Me negaba a
creer lo que mis ojos me mostraban, pero estaba allí, delante de mí, con sus
nosecuantas patas bien asentadas en el asfalto de la carretera, como
aprovechando el poco tráfico de la misma, para asombrarme con su visión y con
mi decisión de acortar el camino hasta mi próximo cliente, tomando el ramal
izquierdo de la bifurcación de veinte kilómetros atrás.
No hacía ruido,
no emitía, en verdad, ningún sonido.
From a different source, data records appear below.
/**
 * Touchstone writer and reader (versions 1.1 and 2.0).
 *
 * What this module relies on from the standard. The source is the Touchstone File Format
 * Specification, IBIS Open Forum: version 1.1 (2002) and version 2.0 (2009). Every point below is
 * recalled, not looked up in the text while writing, so all of it is "(from memory)":
 *
 * - `!` starts a comment that runs to the end of the line, anywhere on a line. Keywords, option-line
 *   fields and values are case-insensitive. Blank lines are allowed.
 * - Option line `# <unit> <parameter> <format> R <n>`; fields may be left out and the defaults are
 *   GHz, S, MA, R 50. Units Hz, kHz, MHz, GHz; parameters S, Y, Z, H, G; formats DB, MA, RI.
 *   Only the first option line counts; later ones are ignored (1.1 text). We read the fields in any
 *   order, each at most once.
 * - Formats: RI = real and imaginary part; MA = magnitude and angle in degrees;
 *   DB = 20·log10(magnitude) and angle in degrees.
 * - Data order per frequency point: the frequency, then complex pairs. 1-port: N11.
 *   2-port: N11 N21 N12 N22, all on one line. 3 ports and more: the matrix row by row (N11 N12 …),
 *   each matrix row starting on a new line and at most four complex pairs per line, so rows of a
 *   5-port and larger continue on further lines. A 3-port therefore has three lines per frequency
 *   point, one per matrix row, each with three pairs (the first line also carries the frequency).
 * - Version 1.1 has one real reference resistance for all ports (R on the option line); Z and Y
 *   data are normalised to it (z = Z/R, y = Y·R). S data are referred to it.
 * - Version 1.1, 2-ports only: noise parameters may follow the network data, five numbers a line
 *   (frequency, NFmin in dB, |Γopt|, angle of Γopt in degrees, Rn normalised); the noise block
 *   starts where the frequency is not above the last network frequency.
 * - Version 2.0: `[Version] 2.0` is the first non-comment line; then the option line;
 *   `[Number of Ports]`; `[Two-Port Data Order]` 12_21 or 21_12, required for 2-ports;
 *   `[Number of Frequencies]` (required); `[Number of Noise Frequencies]` (required when there is
 *   noise data); `[Reference]` with one value per port, which overrides the option-line R and may
 *   continue on the following lines; `[Matrix Format]` Full (default), Lower or Upper (Lower: row i
 *   holds N_i1..N_ii; Upper: row i holds N_ii..N_iN; the other triangle is the mirror image);
 *   `[Mixed-Mode Order]`; `[Begin Information]` … `[End Information]`; `[Network Data]`;
 *   `[Noise Data]`; `[End]` (required, last).
 * - Version 2.0: Z and Y (and H, G) data are NOT normalised: Z is written in ohms and Y in
 *   siemens. We implement that (from memory; this is the one point most worth checking against
 *   the text of the 2.0 specification).
 * - `12_21` means N11 N12 N21 N22 (row-major); `21_12` means N11 N21 N12 N22 (the 1.1 order).
 *
 * Our own choices (not from the standard):
 * - The reader accepts any split of one frequency point over lines, but each point must start on
 *   a new line and no line may hold numbers of two points; the count must be exact.
 * - We do not read H or G data, mixed-mode files with single-ended entries (`S5` in
 *   [Mixed-Mode Order]), or 2.0 versions other than "2.0".
 * - Mixed mode (2.0 `[Mixed-Mode Order]`, from memory): each entry names a row of the matrix,
 *   `Dx,y` the differential and `Cx,y` the common mode of single-ended ports x (positive) and y;
 *   `[Reference]` keeps giving single-ended port references Z0, and the mode references are
 *   2·Z0 and Z0/2. We write our row order [D1, …, DN, C1, …, CN] and read any order into it.
 * - Limits (src/limits.ts): at most MAX_PORTS ports and MAX_NETWORK_VALUES complex values, checked
 *   before anything is allocated; references within [MIN_REFERENCE_OHMS, MAX_REFERENCE_OHMS]. Every
 *   number must stay finite once decoded (frequency × unit, 10^(dB/20), × R of version 1.1 Z):
 *   otherwise an error at that number. Frequencies are >= 0 and strictly increasing.
 * - Noise parameters are read, checked and kept (`NetworkData.noise`), and `onWarning` is told
 *   that they are not used yet, at the first line of the noise block.
 * - The writers check every number they would write (after MA/DB encoding and the 1.1
 *   normalisation) before the first piece, and throw a plain Error rather than write NaN or
 *   Infinity.
 * - The writer always writes [Matrix Format] Full and, for 2-ports, [Two-Port Data Order] 21_12
 *   so that the N11 N21 N12 N22 data order is the same in both versions.
 * - Data values are written in exponent form with `digits` significant digits (two-digit exponent
 *   at least); frequencies (in the chosen unit) and references as the shortest text that reads
 *   back as the same double, whatever `digits` is. A leading space stands in for the sign of
 *   non-negative values so columns line up. Negative zero is written as zero.
 * - An exact zero magnitude has no dB value; we write 20·log10 of the smallest positive double
 *   (about -6466.1 dB), which reads back as zero or the smallest subnormal.
 * - Output is made only of ECMAScript-specified conversions (toExponential, toPrecision, String)
 *   and Math functions, with "\n" line ends: no locale, no clock, so the same bytes every run.
 */
import { OutputError } from './guard.js';
import { MAX_NETWORK_VALUES, MAX_PORTS, MAX_REFERENCE_OHMS, MIN_REFERENCE_OHMS } from '../limits.js';
import { isMixedMode, modeLabels, PAIR_REFERENCE_TOLERANCE, touchstoneModeOrder, type MixedModeData, type PortPair } from '../network/mixed-mode.js';
import type { NetworkData, NoiseParameters, ParameterKind } from '../network/types.js';

/** Touchstone versions we read and write. */
export type TouchstoneVersion = '1.1' | '2.0';
/** How a complex number is written: real/imaginary, magnitude/degrees, or dB/degrees. */
export type ComplexFormat = 'RI' | 'MA' | 'DB';
/** Frequency units of the option line. */
export type FrequencyUnit = 'Hz' | 'kHz' | 'MHz' | 'GHz';

export interface TouchstoneWriteOptions {
  /** Default '1.1'. Version 1.1 needs all port references equal. */
  version?: TouchstoneVersion;
  /** Default 'RI'. */
  format?: ComplexFormat;
  /** Default 'GHz'. */
  frequencyUnit?: FrequencyUnit;
  /** Significant digits of data values, 1..17. Default 15. */
  digits?: number;
  /** Lines written as `!` comments at the top, after the network's title and comments. */
  comments?: string[];
}

export interface TouchstoneReadOptions {
  /** Used in error messages and, for version 1.1, to find the port count from `.sNp`. */
  fileName?: string;
  /** Port count; needed for version 1.1 when the file name gives none. */
  ports?: number;
  /**
   * Called for each warning of the file (line and column 1-based), e.g. noise parameters that are
   * read but not used yet. Without it warnings are dropped.
   */
  onWarning?: (message: string, line: number, column: number) => void;
}

/** A reader error with its place in the file (line and column are 1-based). */
export class TouchstoneError extends Error {
  readonly file: string;
  readonly line: number;
  readonly column: number;
  /** The text of the line the error points at, when known (for the caret display). */
  readonly lineText: string | undefined;
  constructor(file: string, line: number, column: number, message: string, lineText?: string) {
    super(message);
    this.name = 'TouchstoneError';
    this.file = file;
    this.line = line;
    this.column = column;
    this.lineText = lineText;
  }
  /** `file:line:column: error: message`, then the line and a caret under the column when the line is known. */
  describe(): string {
    const head = `${this.file}:${this.line}:${this.column}: error: ${this.message}`;
    if (this.lineText === undefined) return head;
    const text = this.lineText.length > 200 ? this.lineText.slice(0, 200) + ' …' : this.lineText;
    const num = String(this.line);
    const gutter = ' '.repeat(num.length);
    const caretAt = Math.min(Math.max(this.column - 1, 0), text.length);
    const pad = text.slice(0, caretAt).replace(/[^\t]/g, ' ');
    return `${head}\n ${num} | ${text}\n ${gutter} | ${pad}^`;
  }
}

export const DEFAULT_DIGITS = 15;

/** dB value written for an exact zero magnitude: 20·log10 of the smallest positive double. */
export const DB_OF_ZERO = 20 * Math.log10(Number.MIN_VALUE);

const UNIT_SCALE: Record<FrequencyUnit, number> = { Hz: 1, kHz: 1e3, MHz: 1e6, GHz: 1e9 };
const DEG = 180 / Math.PI;
const RAD = Math.PI / 180;

/** File extension for an N-port Touchstone file: `.s2p` for 2 ports. */
export function touchstoneExtension(ports: number): string {
  if (!Number.isInteger(ports) || ports < 1) {
    throw new RangeError(`port count must be a positive integer, got ${ports}`);
  }
  return `.s${ports}p`;
}

// ---------------------------------------------------------------------------------------------
// Shared helpers (also used by the CSV and JSON writers)

/**
 * Converts (re, im) to the two numbers of `format`, written into out[0], out[1].
 * Angles in degrees in (-180, 180]; a zero magnitude in dB becomes {@link DB_OF_ZERO}.
 */
export function encodeComplex(format: ComplexFormat, re: number, im: number, out: Float64Array): void {
  if (format === 'RI') {
    out[0] = re;
    out[1] = im;
    return;
  }
  const mag = Math.hypot(re, im);
  out[0] = format === 'MA' ? mag : mag === 0 ? DB_OF_ZERO : 20 * Math.log10(mag);
  out[1] = Math.atan2(im, re) * DEG;
}

/** Inverse of {@link encodeComplex}: the two numbers of `format` to (re, im) in out[0], out[1]. */
export function decodeComplex(format: ComplexFormat, a: number, b: number, out: Float64Array): void {
  if (format === 'RI') {
    out[0] = a;
    out[1] = b;
    return;
  }
  const mag = format === 'MA' ? a : Math.pow(10, a / 20);
  const th = b * RAD;
  out[0] = mag * Math.cos(th);
  out[1] = mag * Math.sin(th);
}

/**
 * Checks that a NetworkData is well formed: positive integer port count, array lengths that
 * match, finite values, positive finite references, finite non-negative strictly increasing
 * frequencies. Throws an Error naming `what` (the writer) otherwise.
 */
export function checkNetworkData(net: NetworkData, what: string): void {
  const n = net.ports;
  if (!Number.isInteger(n) || n < 1) throw new Error(`${what}: port count must be a positive integer, got ${n}`);
  if (net.parameter !== 'S' && net.parameter !== 'Z' && net.parameter !== 'Y') {
    throw new Error(`${what}: parameter must be S, Z or Y, got ${String(net.parameter)}`);
  }
  if (net.references.length !== n) {
    throw new Error(`${what}: ${net.references.length} reference impedances for ${n} ports`);
  }
  for (let p = 0; p < n; p++) {
    const r = net.references[p]!;
    if (!(Number.isFinite(r) && r > 0)) throw new Error(`${what}: reference of port ${p + 1} must be positive, got ${r}`);
  }
  const nf = net.frequencies.length;
  if (net.values.length !== 2 * n * n * nf) {
    throw new Error(`${what}: ${net.values.length} values, expected ${2 * n * n * nf} (2·${n}²·${nf})`);
  }
  for (let k = 0; k < nf; k++) {
    const f = net.frequencies[k]!;
    if (!(Number.isFinite(f) && f >= 0)) throw new Error(`${what}: frequency ${k + 1} must be finite and >= 0, got ${f}`);
    if (k > 0 && !(f > net.frequencies[k - 1]!)) {
      throw new Error(`${what}: frequencies must increase; point ${k + 1} (${f} Hz) is not above point ${k} (${net.frequencies[k - 1]} Hz)`);
    }
  }
  for (let x = 0; x < net.values.length; x++) {
    if (!Number.isFinite(net.values[x]!)) {
      const pair = x >> 1;
      const k = Math.floor(pair / (n * n));
      const i = Math.floor((pair % (n * n)) / n);
      const j = pair % n;
      throw new Error(`${what}: value of ${net.parameter}(${i + 1},${j + 1}) at point ${k + 1} is not finite`);
    }
  }
}

/** The dB value of the largest double (20·log10 of 1.7976931348623157e308, IEEE 754 binary64). */
const MAX_DB = 20 * Math.log10(Number.MAX_VALUE);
Sólo vibraciones periódicas al suelo, que
se transmitían hasta mis plantas de los pies, tras decidir bajarme del
automóvil para verlo más de cerca.
Así, en la
penumbra del atardecer, se mostraba como una enorme silueta oscura, pues ningún
reflejo del sol me llegaba y ninguna otra luz era emitida desde el aparato.
De pronto, las
vibraciones cesaron y fue cuando me atreví a dar los primeros pasos hacia
aquello.
No tenía ningún
miedo.
¿Por qué tenerlo si aquella podía ser la mejor
aventura de mi vida, de la, hasta ese momento, insulsa vida?
Antes de
abandonar mi vehículo a su suerte, miré si tenía alguna linterna olvidada en el
maletero y, mientras lo hacía, pensé,
por un momento, que ya no llegaría a tiempo a mi cita.